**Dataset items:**

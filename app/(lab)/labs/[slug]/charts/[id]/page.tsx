import Link from "next/link";
import { notFound, redirect } from "next/navigation";
import { ChartArchive } from "@/components/charts/archive-chart";
import { ChartDesigner } from "@/components/charts/chart-designer";
import { EditionsPanel } from "@/components/charts/editions-panel";
import { EditionHistory } from "@/components/sign-off/edition-history";
import { LogoField } from "@/components/charts/logo-field";
import { RuleIssues } from "@/components/rules/rule-issues";
import { Caution } from "@/components/ui/caution";
import { forPage } from "@/lib/auth/page-guard";
import { getChart } from "@/lib/ops/charts";
import { chartEditionHistory } from "@/lib/ops/editions";
import { getStock } from "@/lib/ops/stock";
import { memberForPage } from "@/lib/auth/page-guard";
import { editionUrls } from "@/lib/charts/present";
import { env } from "@/lib/env";
import { formatDate } from "@/lib/format/dates";
import { checkChartAgainstRules, ruledDefinition } from "@/lib/labs/rules";
import { labCan } from "@/lib/ops/access";
import { getLabRules } from "@/lib/ops/lab-rules";
import { can, type Role } from "@/lib/permissions";

async function designerUseful(labId: number, role: Role) {
  return (
    can(role, "chart:design") ||
    can(role, "edition:create") ||
    can(role, "edition:withdraw") ||
    (await labCan(labId, role, "edition:approve"))
  );
}

export default async function ChartPage({ params }: { params: Promise<{ slug: string; id: string }> }) {
  const { slug, id } = await params;
  const member = await memberForPage(slug, "lab:read", `/labs/${slug}/charts/${id}`);
  if (member === "forbidden") return null;
  // A role with nothing to do in the designer (an operator) reads the approved chart on the wall view.
  if (!(await designerUseful(member.lab.id, member.role))) redirect(`/labs/${slug}/charts/${id}/wall`);
  const [{ chart, editions: eds }, stock, rules, history] = await forPage(`/labs/${slug}/charts/${id}`, () =>
    Promise.all([
      getChart(member.caller, { chartId: id }),
      getStock(member.caller, { lab: slug }),
      getLabRules(member.caller, { lab: slug }),
      chartEditionHistory(member.caller, { chartId: id }),
    ]),
  );
  // A chart of another lab is not found through this lab's address.
  if (chart.labId !== member.lab.id) notFound();
  const ruled = checkChartAgainstRules(chart.id, ruledDefinition(chart.definition), rules);
  // Said at the top, not only in the editions list far below the designer.
  const outdatedApproval = eds.find((e) => e.status === "approved" && e.fingerprint !== chart.liveFingerprint);
  return (
    <div>
      <h1 className="text-2xl font-bold">{chart.title}</h1>
      {chart.archivedAt ? (
        <p
          role="status"
          className="mt-2 rounded-md border border-line-strong bg-paper-sunk px-3 py-2 text-sm font-semibold"
        >
          ▣ Archived on {formatDate(chart.archivedAt, member.lab.timeZone)}: this chart gets no new editions, and its
          posted copies read &quot;take down&quot;.
        </p>
      ) : null}
      {outdatedApproval ? (
        <p
          role="status"
          data-testid="approval-outdated"
          className="mt-2 rounded-md border border-warn/50 bg-warn-soft px-3 py-2 text-sm font-semibold"
        >
          <span aria-hidden>⚠ </span>The approved edition {outdatedApproval.number} no longer matches this chart (stock
          or settings changed since): create a new edition and have it approved, then replace the posted copies.
        </p>
      ) : null}
      <p className="mt-1">
        <Link href={`/labs/${slug}/charts/${id}/wall`} className="text-brand-700 underline">
          Wall view of the approved edition
        </Link>
      </p>
      <Caution className="my-4" demo={member.lab.isDemo} />
      <ChartDesigner
        slug={slug}
        chartId={chart.id}
        initial={chart.definition}
        stock={stock}
        labName={member.lab.name}
        logoSha256={chart.logoSha256}
        canEdit={can(member.role, "chart:design")}
        labRules={rules}
      />
      <LogoField
        slug={slug}
        chartId={chart.id}
        logoSha256={chart.logoSha256}
        canEdit={can(member.role, "chart:design")}
      />
      <RuleIssues slug={slug} issues={ruled.issues} applied={ruled.applied} />
      <EditionsPanel
        slug={slug}
        timeZone={member.lab.timeZone}
        chartId={chart.id}
        can={{
          create: can(member.role, "edition:create") && !chart.archivedAt,
          approve: await labCan(member.lab.id, member.role, "edition:approve"),
          withdraw: can(member.role, "edition:withdraw"),
          // The archive copy is a managers-only download (lib/ops/renders.ts refuses anyone else).
          archive: can(member.role, "edition:archive-copy"),
        }}
        editions={eds.map((e) => ({
          id: e.id,
          number: e.number,
          status: e.status,
          fingerprint: e.fingerprint,
          createdByName: e.createdByName,
          createdByMe: e.createdBy === member.user.id,
          createdAt: e.createdAt.toISOString(),
          approvedAt: e.approvedAt?.toISOString() ?? null,
          approvedByName: e.approvedByName,
          reviewBy: e.reviewBy?.toISOString() ?? null,
          rejectionReason: e.rejectionReason,
          matchesToday: e.fingerprint === chart.liveFingerprint,
          ...editionUrls(env.APP_URL, e),
        }))}
      />
      <EditionHistory slug={slug} lines={history} timeZone={member.lab.timeZone} />
      {can(member.role, "chart:archive") ? (
        <ChartArchive slug={slug} chartId={chart.id} title={chart.title} archived={chart.archivedAt !== null} />
      ) : null}
    </div>
  );
}
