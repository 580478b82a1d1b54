import { describe, expect, it } from "vitest";
import { CELL_BACKGROUNDS, MARK_ORDER, MARKS, TEXT_ON_BACKGROUND } from "@/lib/poster/marks";

// WCAG 2.x relative luminance and contrast ratio, written out here rather than imported.
const channel = (c8: number) => {
  const c = c8 / 255;
  return c <= 0.04045 ? c / 12.92 : ((c + 0.055) / 1.055) ** 2.4;
};
const rgb = (hex: string) => {
  const n = parseInt(hex.slice(1), 16);
  return [(n >> 16) & 255, (n >> 8) & 255, n & 255] as const;
};
const linear = (hex: string) => rgb(hex).map(channel) as [number, number, number];
const luminance = ([r, g, b]: readonly number[]) =>
  0.2126 * (r as number) + 0.7152 * (g as number) + 0.0722 * (b as number);
const contrast = (a: string, b: string) => {
  const [hi, lo] = [luminance(linear(a)), luminance(linear(b))].sort((x, y) => y - x) as [number, number];
  return (hi + 0.05) / (lo + 0.05);
};
/** CIE L* (perceptual lightness, 0-100) of a relative luminance: what a greyscale print keeps. */
const lightness = (y: number) => (y > 216 / 24389 ? 116 * Math.cbrt(y) - 16 : (y * 24389) / 27);

// Dichromat simulation in linear RGB, Machado, Oliveira & Fernandes, IEEE TVCG 2009, severity 1.0
// (matrices from memory).
const SIMULATIONS: Record<string, number[][]> = {
  protanopia: [
    [0.152286, 1.052583, -0.204868],
    [0.114503, 0.786281, 0.099216],
    [-0.003882, -0.048116, 1.051998],
  ],
  deuteranopia: [
    [0.367322, 0.860646, -0.227968],
    [0.280085, 0.672501, 0.047413],
    [-0.01182, 0.04294, 0.968881],
  ],
  tritanopia: [
    [1.255528, -0.076749, -0.178779],
    [-0.078411, 0.930809, 0.147602],
    [0.004733, 0.691367, 0.3039],
  ],
};
const simulate = (m: number[][], v: readonly number[]) =>
  m.map((row) =>
    Math.min(
      1,
      Math.max(
        0,
        row.reduce((s, k, i) => s + k * (v[i] as number), 0),
      ),
    ),
  );

describe("poster palette", () => {
  it("gives every text at least 4.5:1 on each background it is printed on (WCAG 2.x AA)", () => {
    for (const pair of TEXT_ON_BACKGROUND) {
      const ratio = contrast(pair.text, pair.background);
      expect(ratio, `${pair.what}: ${pair.text} on ${pair.background}`).toBeGreaterThanOrEqual(4.5);
    }
  });

  it("keeps the large cell figures at 7:1 or more on every cell background (WCAG AAA)", () => {
    for (const pair of TEXT_ON_BACKGROUND.filter((p) => p.what.startsWith("cell figures"))) {
      expect(contrast(pair.text, pair.background), pair.what).toBeGreaterThanOrEqual(7);
    }
  });

  it("separates the cell backgrounds by at least 8 L* in greyscale", () => {
    const entries = Object.entries(CELL_BACKGROUNDS);
    for (let i = 0; i < entries.length; i++) {
      for (let j = i + 1; j < entries.length; j++) {
        const [a, ca] = entries[i] as [string, string];
        const [b, cb] = entries[j] as [string, string];
        const d = Math.abs(lightness(luminance(linear(ca))) - lightness(luminance(linear(cb))));
        expect(d, `${a} vs ${b}`).toBeGreaterThanOrEqual(8);
      }
    }
  });

  it("keeps the backgrounds apart for protan, deutan and tritan readers", () => {
    for (const [name, m] of Object.entries(SIMULATIONS)) {
      const seen = Object.entries(CELL_BACKGROUNDS).map(([k, hex]) => [k, simulate(m, linear(hex))] as const);
      for (let i = 0; i < seen.length; i++) {
        for (let j = i + 1; j < seen.length; j++) {
          const [a, va] = seen[i] as (typeof seen)[number];
          const [b, vb] = seen[j] as (typeof seen)[number];
          const d = Math.abs(lightness(luminance(va)) - lightness(luminance(vb)));
          expect(d, `${name}: ${a} vs ${b}`).toBeGreaterThanOrEqual(6);
        }
      }
    }
  });

  it("never relies on colour alone: every mark has its own symbol, a word label and a pattern, border or symbol-only overlay", () => {
    const symbols = MARK_ORDER.map((m) => MARKS[m].symbol);
    expect(new Set(symbols).size).toBe(symbols.length);
    for (const m of MARK_ORDER) {
      const def = MARKS[m];
      expect(def.label.length).toBeGreaterThan(3);
      expect(def.explanation.length).toBeGreaterThan(20);
      expect(def.symbol.trim()).not.toBe("");
    }
    expect(MARKS.noSize.hatch).toBe(true);
    expect(MARKS.hazard.border).toBeGreaterThan(0);
    expect(MARKS.outsideFit.background).toBeNull();
  });
});
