import { notFound } from "next/navigation";
import { ChartDesigner } from "@/components/charts/chart-designer";
import { EditionsPanel } from "@/components/charts/editions-panel";
import { LogoField } from "@/components/charts/logo-field";
import { Caution } from "@/components/ui/caution";
import { getChart } from "@/db/queries/charts";
import { getStock } from "@/db/queries/stock";
import { listEditions } from "@/db/queries/editions";
import { memberForPage } from "@/lib/auth/page-guard";
import { editionUrls } from "@/lib/charts/present";
import { env } from "@/lib/env";
import { can } from "@/lib/permissions";
import { idParam } from "@/lib/validation/edition";

export default async function ChartPage({ params }: { params: Promise<{ slug: string; id: string }> }) {
  const { slug, id } = await params;
  const member = await memberForPage(slug, "lab:read", `/labs/${slug}/charts/${id}`);
  if (member === "forbidden") return null;
  const chartId = idParam.safeParse(id);
  if (!chartId.success) notFound();
  const chart = await getChart({ labId: member.lab.id, chartId: chartId.data });
  if (!chart) notFound();
  const [stock, eds] = await Promise.all([
    getStock({ labId: member.lab.id }),
    listEditions({ labId: member.lab.id, chartId: chart.id }),
  ]);
  return (
    <div>
      <h1 className="text-2xl font-bold">{chart.title}</h1>
      <Caution className="my-4" />
      <ChartDesigner
        slug={slug}
        chartId={chart.id}
        initial={chart.definition}
        stock={stock}
        labName={member.lab.name}
        logoSha256={chart.logoSha256}
        canEdit={can(member.role, "chart:design")}
      />
      <LogoField
        slug={slug}
        chartId={chart.id}
        logoSha256={chart.logoSha256}
        canEdit={can(member.role, "chart:design")}
      />
      <EditionsPanel
        slug={slug}
        chartId={chart.id}
        can={{
          create: can(member.role, "edition:create"),
          approve: can(member.role, "edition:approve"),
          withdraw: can(member.role, "edition:withdraw"),
        }}
        editions={eds.map((e) => ({
          id: e.id,
          number: e.number,
          status: e.status,
          fingerprint: e.fingerprint,
          createdByName: e.createdByName,
          createdByMe: e.createdBy === member.user.id,
          createdAt: e.createdAt.toISOString(),
          approvedAt: e.approvedAt?.toISOString() ?? null,
          approvedByName: e.approvedByName,
          rejectionReason: e.rejectionReason,
          matchesToday: e.fingerprint === chart.liveFingerprint,
          ...editionUrls(env.APP_URL, e),
        }))}
      />
    </div>
  );
}
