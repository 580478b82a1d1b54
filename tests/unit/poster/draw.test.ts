import { describe, expect, it } from "vitest";
import { cellGraphics, hatchSegments } from "@/lib/poster/draw";

const points = (d: string) =>
  [...d.matchAll(/[ML](-?[\d.]+) (-?[\d.]+)/g)].map((m) => [Number(m[1]), Number(m[2])] as const);

describe("cell drawing", () => {
  it("clips hatch lines to their cell, all running the same diagonal", () => {
    for (const box of [
      { x: 10, y: 20, width: 80, height: 45 },
      { x: 0, y: 0, width: 30, height: 60 },
    ]) {
      const d = hatchSegments(box);
      const pts = points(d);
      expect(pts.length).toBeGreaterThanOrEqual(8);
      for (const [x, y] of pts) {
        expect(x).toBeGreaterThanOrEqual(box.x - 1e-3);
        expect(x).toBeLessThanOrEqual(box.x + box.width + 1e-3);
        expect(y).toBeGreaterThanOrEqual(box.y - 1e-3);
        expect(y).toBeLessThanOrEqual(box.y + box.height + 1e-3);
      }
      for (let i = 0; i < pts.length; i += 2) {
        const [x0, y0] = pts[i] as readonly [number, number];
        const [x1, y1] = pts[i + 1] as readonly [number, number];
        expect(x1 - x0).toBeCloseTo(y0 - y1, 2); // 45 degrees, rising to the right
      }
    }
    expect(hatchSegments({ x: 0, y: 0, width: 0, height: 0 })).toBe("");
  });

  it("fills only coloured cells, hatches only hatched ones and insets heavy borders by half their width", () => {
    const g = cellGraphics([
      { box: { x: 0, y: 0, width: 40, height: 20 }, view: { background: "#ffffff", hatch: false, border: 0 } },
      { box: { x: 40, y: 0, width: 40, height: 20 }, view: { background: "#c8c8c8", hatch: true, border: 0 } },
      { box: { x: 80, y: 0, width: 40, height: 20 }, view: { background: "#e69f00", hatch: false, border: 0.1 } },
    ]);
    expect(g.fills.map((f) => f.color)).toEqual(["#c8c8c8", "#e69f00"]);
    expect(points(g.hatch).every(([x]) => x >= 40 && x <= 80)).toBe(true);
    expect(g.borders).toEqual([{ box: { x: 81, y: 1, width: 38, height: 18 }, width: 2 }]);
    expect(g.rules.match(/z/g)).toHaveLength(3);
  });
});
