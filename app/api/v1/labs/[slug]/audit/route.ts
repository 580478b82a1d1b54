import { listAuditEvents } from "@/db/queries/audit";
import { labRoute, parseWith } from "@/lib/auth/guard";
import { auditQuerySchema } from "@/lib/validation/audit";

export const GET = labRoute("audit:read", async (req, member) => {
  const query = parseWith(auditQuerySchema, Object.fromEntries(new URL(req.url).searchParams));
  const page = await listAuditEvents({
    labId: member.lab.id,
    before: query.before,
    after: query.after,
    limit: query.limit,
  });
  return Response.json(page);
});
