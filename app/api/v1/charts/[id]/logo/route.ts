import { getChartLogo, setChartLogo } from "@/db/queries/charts";
import { chartRoute } from "@/lib/auth/resource-guard";
import { notFound } from "@/lib/errors";
import { checkLogo, LOGO_MAX_BYTES } from "@/lib/logo";
import { readUploadedFile } from "@/lib/upload";

export const GET = chartRoute("lab:read", async (_req, member, chartId) => {
  const logo = await getChartLogo({ labId: member.lab.id, chartId });
  if (!logo) throw notFound("Logo");
  return new Response(new Uint8Array(logo.bytes), {
    headers: { "content-type": logo.mime, "cache-control": "private, max-age=300", etag: `"${logo.sha256}"` },
  });
});

/** PUT multipart `file`: a PNG or JPEG of at most 1 MB, checked from its bytes. */
export const PUT = chartRoute("chart:design", async (req, member, chartId) => {
  const file = await readUploadedFile(req, { maxBytes: LOGO_MAX_BYTES, tooLargeHint: "Use a smaller PNG or JPEG." });
  const checked = await checkLogo(file.bytes);
  const { logoId } = await setChartLogo({
    labId: member.lab.id,
    chartId,
    userId: member.user.id,
    logo: { bytes: Buffer.from(file.bytes), mime: checked.mime, sha256: checked.sha256 },
  });
  return Response.json({
    logoId,
    mime: checked.mime,
    sha256: checked.sha256,
    width: checked.width,
    height: checked.height,
  });
});

export const DELETE = chartRoute("chart:design", async (_req, member, chartId) => {
  await setChartLogo({ labId: member.lab.id, chartId, userId: member.user.id, logo: null });
  return new Response(null, { status: 204 });
});
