import { describe, expect, it } from "vitest";
import { DEMO_CHARTS } from "@/db/demo-charts";
import { legibilityRefusal, LEGIBILITY_RULE, snapshotLegibility } from "@/lib/poster/model";
import { potDefinition, snapshotOf } from "@/tests/support/poster-fixtures";

describe("the legibility gate", () => {
  it("refuses figures below the 20′ guide at the stated distance, naming the rule and a way to pass", () => {
    const small = snapshotOf({ ...potDefinition, paper: "A4", readingDistanceM: 2.5 });
    const refusal = legibilityRefusal(small);
    expect(refusal).toMatch(/^Lab rule "legibility": the figures are too small to read from 2.5 m\./);
    // The designer's advice: a larger paper (or fewer columns, or a closer distance).
    expect(refusal).toMatch(/use A\d or larger|show at most \d+ columns?|print it landscape/i);
  });

  it("lets an edition through when the medical lead recorded an exception to the rule", () => {
    const small = snapshotOf({ ...potDefinition, paper: "A4", readingDistanceM: 2.5 });
    const excepted = { ...small, ruleExceptions: [{ rule: LEGIBILITY_RULE, reason: "Read at the table only" }] };
    expect(legibilityRefusal(excepted)).toBeNull();
    // An exception to another rule does not count.
    expect(legibilityRefusal({ ...small, ruleExceptions: [{ rule: "rounding", reason: "x" }] })).not.toBeNull();
  });

  it("passes every demo chart at its stated control-room distance of 2-3 m", () => {
    for (const chart of DEMO_CHARTS) {
      const def = chart.definition({ nc: 1, sc: 2, stent: 7 }) as { readingDistanceM: number };
      expect(def.readingDistanceM, chart.title).toBeGreaterThanOrEqual(2);
      expect(def.readingDistanceM, chart.title).toBeLessThanOrEqual(3);
      const snapshot = snapshotOf(def as never);
      expect(legibilityRefusal(snapshot), chart.title).toBeNull();
      expect(snapshotLegibility(snapshot, { status: "approved" }).ok).toBe(true);
    }
  });
});
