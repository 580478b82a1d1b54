import { createElement } from "react";
import { renderToStaticMarkup } from "react-dom/server";
import { describe, expect, it } from "vitest";
import { GridPreview } from "@/components/poster/grid-preview";
import { gridJson } from "@/lib/charts/grid-model";
import { snapshotGrids } from "@/lib/charts/snapshot";
import type { GridMark } from "@/lib/sizing";
import { CAUTION_TEXT } from "@/lib/cautions";
import { cellView, MARKS, PALETTE } from "@/lib/poster/marks";
import { potDefinition, snapshotOf } from "@/tests/support/poster-fixtures";

const snapshot = snapshotOf(potDefinition);
const [grid] = snapshotGrids(snapshot);
const html = renderToStaticMarkup(
  createElement(GridPreview, { grid: grid!, family: snapshot.lookups[0]!.family, stentName: snapshot.stent!.name }),
);
const decode = (s: string) =>
  s
    .replace(/&quot;/g, '"')
    .replace(/&#x27;/g, "'")
    .replace(/&amp;/g, "&")
    .replace(/&gt;/g, ">")
    .replace(/&lt;/g, "<");
const text = decode(html);

describe("GridPreview (HTML)", () => {
  it("is a real table with a caption and scoped row and column headers", () => {
    expect(html.match(/<table/g)).toHaveLength(1);
    expect(text).toMatch(/<caption[^>]*>.*POT balloon \(parent\) from main branch × side branch/);
    const colHeads = html.match(/<th scope="col"/g) ?? [];
    const rowHeads = html.match(/<th scope="row"/g) ?? [];
    expect(colHeads).toHaveLength(grid!.colAxis.values.length + 1);
    expect(rowHeads).toHaveLength(grid!.rowAxis.values.length);
    expect(html.match(/<td/g)).toHaveLength(grid!.cells.flat().length);
  });

  it("puts every cell in words for screen readers and as a hover title", () => {
    for (const cell of grid!.cells.flat()) {
      const v = cellView(cell);
      expect(text).toContain(`title="${v.description}"`);
      expect(text).toContain(`<span class="sr-only">${v.description}</span>`);
    }
  });

  it("draws the poster's marks: same symbols, backgrounds, hatching and heavy border", () => {
    expect(text).toContain(`background-color:${MARKS.noSize.background}`);
    expect(text).toContain(`repeating-linear-gradient(135deg, ${PALETTE.hatch}`);
    expect(text).toContain(`background-color:${MARKS.hazard.background}`);
    expect(text).toContain(`box-shadow:inset 0 0 0 3px ${PALETTE.ink}`);
    expect(text).toContain(`data-marks="noStock hazard"`);
    expect(text).toContain(">▲<");
    expect(text).toContain("■");
    expect(text).toContain("◇");
  });

  it("carries the legend in words and the clinical caution", () => {
    for (const s of [
      "How to read a cell",
      "No size.",
      "No stocked size.",
      "Stent limit.",
      "Outside published fit.",
      "Illustrative DES",
    ])
      expect(text).toContain(s);
    expect(text).toContain(CAUTION_TEXT);
  });
});

describe("the designer preview agrees with the grid API cell for cell", () => {
  it("prints each cell's size label, exact label, pressure and marks as gridJson answers them", () => {
    const json = gridJson(snapshot).lookups[0]!;
    const tds = [...html.matchAll(/<td([^>]*)>(.*?)<\/td>/g)].map(([, attrs, inner]) => [
      "",
      /data-marks="([^"]*)"/.exec(attrs!)?.[1],
      inner,
    ]);
    expect(tds).toHaveLength(json.cells.flat().length);
    const MARK_NAMES: Record<string, GridMark[]> = {
      noSize: ["not-bifurcation"],
      hazard: ["stent-limit"],
      oversize: ["oversize"],
      undersize: ["undersize"],
      outsideFit: ["outside-fit"],
    };
    json.cells.flat().forEach((cell, k) => {
      const [, marksAttr, inner] = tds[k]!;
      const spans = [...decode(inner!).matchAll(/<span class="block text-xl font-bold leading-none">([^<]*)<\/span>/g)];
      const primary = spans[0]![1];
      const previewMarks = (marksAttr ?? "")
        .split(" ")
        .filter(Boolean)
        .flatMap((m) => (m === "noStock" ? cell.marks.filter((x) => x.endsWith("-stock")) : (MARK_NAMES[m] ?? [])));
      expect(previewMarks, `cell ${k}`).toEqual(cell.marks);
      if (cell.sizeLabel !== null) expect(primary).toBe(cell.sizeLabel);
      if (cell.exactLabel !== null && cell.sizeLabel !== null) expect(decode(inner!)).toContain(`(${cell.exactLabel})`);
      if (cell.atm !== null) expect(decode(inner!)).toContain(`@ ${cell.atm} atm`);
    });
    expect(json.cells.flat().some((c) => c.marks.includes("oversize"))).toBe(true);
    expect(json.cells.flat().some((c) => c.marks.includes("stent-limit"))).toBe(true);
  });
});
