import { describe, expect, it } from "vitest";
import { snapshotGrids } from "@/lib/charts/snapshot";
import {
  CARD_HEAD_HEIGHT,
  CARD_HEAD_LINES,
  CARD_MIN_FIGURE_PT,
  CARD_PAGE,
  cardCoverage,
  cardFaces,
  cardGrid,
  cardSides,
  layoutCard,
  layoutCardKey,
} from "@/lib/poster/card";
import { CELL } from "@/lib/poster/layout";
import { potDefinition, snapshotOf } from "../../support/poster-fixtures";

describe("badge card layout", () => {
  const snapshot = snapshotOf(potDefinition);
  const grid = cardGrid(snapshotGrids(snapshot)[0]!, cardSides(snapshot)[0]);
  const l = layoutCard(grid);

  it("keeps the head's two lines clear of the grid below them", () => {
    const lines =
      CARD_HEAD_LINES.title.fontSize * CARD_HEAD_LINES.title.lineHeight +
      CARD_HEAD_LINES.detail.fontSize * CARD_HEAD_LINES.detail.lineHeight;
    expect(l.head.height).toBe(CARD_HEAD_HEIGHT);
    expect(lines).toBeLessThanOrEqual(l.head.height);
    // The grid's column headings start below the head.
    expect(l.head.y + l.head.height).toBeLessThanOrEqual(l.grid.cellsY - l.grid.colHeadHeight);
  });

  it("stays on the ID-1 page (ISO/IEC 7810: 85.60 x 53.98 mm)", () => {
    for (const b of [l.head, l.qr, l.code, l.key, l.caution]) {
      expect(b.x).toBeGreaterThanOrEqual(0);
      expect(b.y).toBeGreaterThanOrEqual(0);
      expect(b.x + b.width).toBeLessThanOrEqual(CARD_PAGE.width + 1e-9);
      expect(b.y + b.height).toBeLessThanOrEqual(CARD_PAGE.height + 1e-9);
    }
  });
});

describe("what the card says it shows", () => {
  const snapshot = snapshotOf(potDefinition);
  const full = snapshotGrids(snapshot)[0]!;

  it("names the rows and columns printed, and the chart's whole axes when it leaves some out", () => {
    // 7 x 7 values, 6 x 6 fit: the middle drops the last value of each axis.
    expect(cardCoverage(full, cardGrid(full, { lookup: 0 }))).toBe(
      "main 2.5-3.75 mm, side 2.0-3.25 mm of this chart (all of it: main 2.5-4.0, side 2.0-3.5 mm)",
    );
    const narrow = cardGrid(full, { lookup: 0, rows: [2.5, 3], cols: [2, 2.5] });
    expect(cardCoverage(narrow, narrow)).toBe("all of this chart: main 2.5-3.0 mm, side 2.0-2.5 mm");
  });

  it("prints exact diameters only where they reach the 20′ guide at 40 cm: on this card, nowhere", () => {
    const l = layoutCard(cardGrid(full, { lookup: 0 }));
    expect(l.figurePt).toBeGreaterThanOrEqual(CARD_MIN_FIGURE_PT - 1e-9);
    expect(l.figurePt * CELL.smallRatio).toBeLessThan(CARD_MIN_FIGURE_PT);
    expect(l.exact).toBe(false);
  });

  it("gives a one-lookup chart a key on the back; two lookups one each; a choice wins", () => {
    expect(cardFaces(snapshot)).toEqual([{ lookup: 0 }, "key"]);
    const side = { ...potDefinition.lookups[0], kind: "side", rounding: "down", familyId: 2 } as const;
    const two = snapshotOf({ ...potDefinition, lookups: [potDefinition.lookups[0], side] });
    expect(cardFaces(two)).toEqual([{ lookup: 0 }, { lookup: 1 }]);
    const chosen = snapshotOf({ ...potDefinition, card: { sides: [{ lookup: 0 }, { lookup: 0, rows: [3, 4] }] } });
    expect(cardFaces(chosen)).toEqual([{ lookup: 0 }, { lookup: 0, rows: [3, 4] }]);
  });

  it("lays the key face out on the card, its QR code clear of the words", () => {
    const k = layoutCardKey();
    for (const b of [k.head, k.body, k.qr, k.code, k.caution]) {
      expect(b.x).toBeGreaterThanOrEqual(0);
      expect(b.y + b.height).toBeLessThanOrEqual(CARD_PAGE.height + 1e-9);
      expect(b.x + b.width).toBeLessThanOrEqual(CARD_PAGE.width + 1e-9);
    }
    expect(k.body.x + k.body.width).toBeLessThan(k.qr.x);
    expect(k.code.y + k.code.height).toBeLessThanOrEqual(k.caution.y);
  });
});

**Exercise directions:** Could you return exactly the stretch of the data above that starts at the line with "return c <= 0.04045" and ends at the line with "const contrast = (a: string, b: string)", both lines included?

**Written solution:**
  return c <= 0.04045 ? c / 12.92 : ((c + 0.055) / 1.055) ** 2.4;
};
const rgb = (hex: string) => {
  const n = parseInt(hex.slice(1), 16);
  return [(n >> 16) & 255, (n >> 8) & 255, n & 255] as const;
};
const linear = (hex: string) => rgb(hex).map(channel) as [number, number, number];
const luminance = ([r, g, b]: readonly number[]) =>
  0.2126 * (r as number) + 0.7152 * (g as number) + 0.0722 * (b as number);
const contrast = (a: string, b: string) => {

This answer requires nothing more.